I think most startups probably have a handful of items they would have liked to do differently, but personally I would have spent more time with our prospective customers to ensure that the product we were building really filled their needs. We subsequently pivoted, allowing us to go through the customer interview process again, but at the end of the day nothing is worse than building a product no one wants.

As an entrepreneur, what is the one thing you do over and over and recommend everyone else do?

When it comes to identifying a habit to pass on to other founders I would strongly encourage adopting the build/measure/learn feedback loop proposed by Eric Ries in “The Lean Startup.” Few decisions we make with our platform are perfect from conception, so we are constantly looking for ways to test our hypothesis and gather feedback before investing time into an initiative. Once we have gathered feedback we are able to make the decision to scrap, iterate or move forward accordingly. The idea is to constantly be testing in order to ensure we are providing value with everything we release.

What is one strategy that has helped you grow your business? Please explain how.

A life lesson I learned early on was to stay flexible. Nothing progresses the way you think it will, and that certainly goes with running a business. Markets and trends are ever-changing, and it’s important to identify how varying factors can influence your business, as well as what ancillary opportunities may be around the corner. Stay focused on the key milestones, but don’t be afraid to take a step back and reassess periodically.

What is one failure you had as an entrepreneur, and how did you overcome it?

Our initial concept was a gamified wellness solution that we would market to small companies using a SaaS model, but it became clear that our initial hypothesis was incorrect, so we pivoted. Going through a pivot can be one of the scariest events in a startup’s life, but the experience can be invaluable to your business uncovering lessons that will help moving forward.

What is one business idea that you’re willing to give away to our readers?

A business idea I have been kicking around for a couple years has been the result of a personal pain that no one seems to have addressed. Maybe it’s just bad luck, but I repeatedly have the leaky coffee cup at coffee shops which results in coffee stains on most shirts. At some point I am going to create the next generation coffee cup, mark my words.

Tell us something about you that very few people know?

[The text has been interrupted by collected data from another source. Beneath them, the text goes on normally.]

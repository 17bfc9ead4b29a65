package model

import (
	"maps"
	"slices"

	"kern/lang"
)

// Change is a declaration of members that was edited.
type Change struct{ Before, Now *lang.Decl }

// Again is NewEnv after an edit, if that is easily said: when nothing but the
// insides of declarations of members changed, so that every name still has its
// meaning, the reading stays what it was. It gives the declarations that
// changed; nil where all has to be read anew.
func (env *Env) Again(before, files []*lang.File) (*Env, []Change) {
	if len(before) != len(files) {
		return nil, nil
	}
	var changed []Change
	for i, f := range files {
		old := before[i]
		if f == old {
			continue
		}
		if f.Name != old.Name || len(f.Decls) != len(old.Decls) || f.Unreadable != old.Unreadable {
			return nil, nil
		}
		for k, d := range f.Decls {
			if d == old.Decls[k] {
				continue
			}
			if !env.owned(old.Decls[k]) || !sameNames(old.Decls[k], d) {
				return nil, nil
			}
			changed = append(changed, Change{old.Decls[k], d})
		}
	}
	if len(changed) == 0 {
		return env, nil
	}
	if len(changed) > 100 || env.speaksOf(changed) {
		return nil, nil
	}
	next := *env
	next.Linked = env.Linked || slices.ContainsFunc(changed, func(c Change) bool { return c.Now.Dotted })
	next.Names = maps.Clone(env.Names)
	next.members = slices.Clone(env.members)
	for _, c := range changed {
		for _, s := range c.Now.Stmts {
			for _, e := range memberNames(s) {
				n := *env.Names[e.Text]
				n.Place, n.Stmt = lang.Place{Decl: c.Now, Span: e.Span}, s
				next.Names[e.Text] = &n
				next.members[n.Index] = c.Now
			}
		}
	}
	return &next, changed
}

// owned tells whether a declaration is one of members with names, all its own.
func (env *Env) owned(d *lang.Decl) bool {
	if len(d.Stmts) == 0 {
		return false
	}
	for _, s := range d.Stmts {
		names := memberNames(s)
		if !isMember(s) || len(names) == 0 {
			return false
		}
		for _, e := range names {
			if n := env.Names[e.Text]; n == nil || n.Place != (lang.Place{Decl: d, Span: e.Span}) || n.Twice || n.Bad {
				return false
			}
		}
	}
	return true
}

func isMember(s *lang.Stmt) bool {
	_, assigned := s.Assigned()
	return !assigned && (s.Word == "column" || s.Word == "strut" || s.Word == "tie")
}

// sameNames tells whether two declarations of members give the same names in
// the same order.
func sameNames(a, b *lang.Decl) bool {
	return slices.EqualFunc(a.Stmts, b.Stmts, func(s, t *lang.Stmt) bool {
		return isMember(t) && slices.EqualFunc(memberNames(s), memberNames(t), func(x, y *lang.Expr) bool { return x.Text == y.Text })
	})
}

// speaksOf tells whether a problem of the reading stands in one of the
// declarations that changed, or points there.
func (env *Env) speaksOf(changed []Change) bool {
	in := func(d *lang.Decl) bool {
		return d != nil && slices.ContainsFunc(changed, func(c Change) bool { return c.Before == d })
	}
	for _, p := range env.Problems {
		if in(p.Decl) {
			return true
		}
		for _, r := range p.Related {
			if in(r.Place.Decl) {
				return true
			}
		}
		for _, f := range p.Fixes {
			for _, e := range f.Edits {
				if in(e.Place.Decl) {
					return true
				}
			}
		}
	}
	return false
}

// Definitions are the names of sections and materials, in the order of the text.
func (env *Env) Definitions() []*Named { return env.definitions }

Before starting Nudge, Phil Beene and I were playing semi-professional soccer for a team in Chattanooga, TN. He and I had met previously while playing soccer for Wofford College, a small D1 school in South Carolina.

What software and web services do you use? What do you love about them?

One of the latest platforms our team has started using is Fleep, which is a social collaboration tool for groups, allowing individuals to create targeted message threads with others and upload relevant files. It is built with mobile in mind, so the Fleep app allows me to maintain my social presence even while I’m on the road. We have only been using it for a couple months, but we have been pretty happy with it so far.

What is the one book that you recommend our community should read and why?

The Learn Startup” by Eric Ries is a book I wish I had read before starting Nudge, as I would have done several things far differently. Other great books include “Rework” and “Good to Great.

What people have influenced your thinking and might be of interest to others?

While I have always been fascinated with David Heinemeier Hansson and Jack Dorsey because of their stories, I find lessons in most talks I hear from founders. One resource I have enjoyed exploring over the past couple years has been Stanford’s Entrepreneurial Thought Leaders Series which has lectures from the likes of the two previously mentioned, as well as Dave McClure and Reid Hoffman.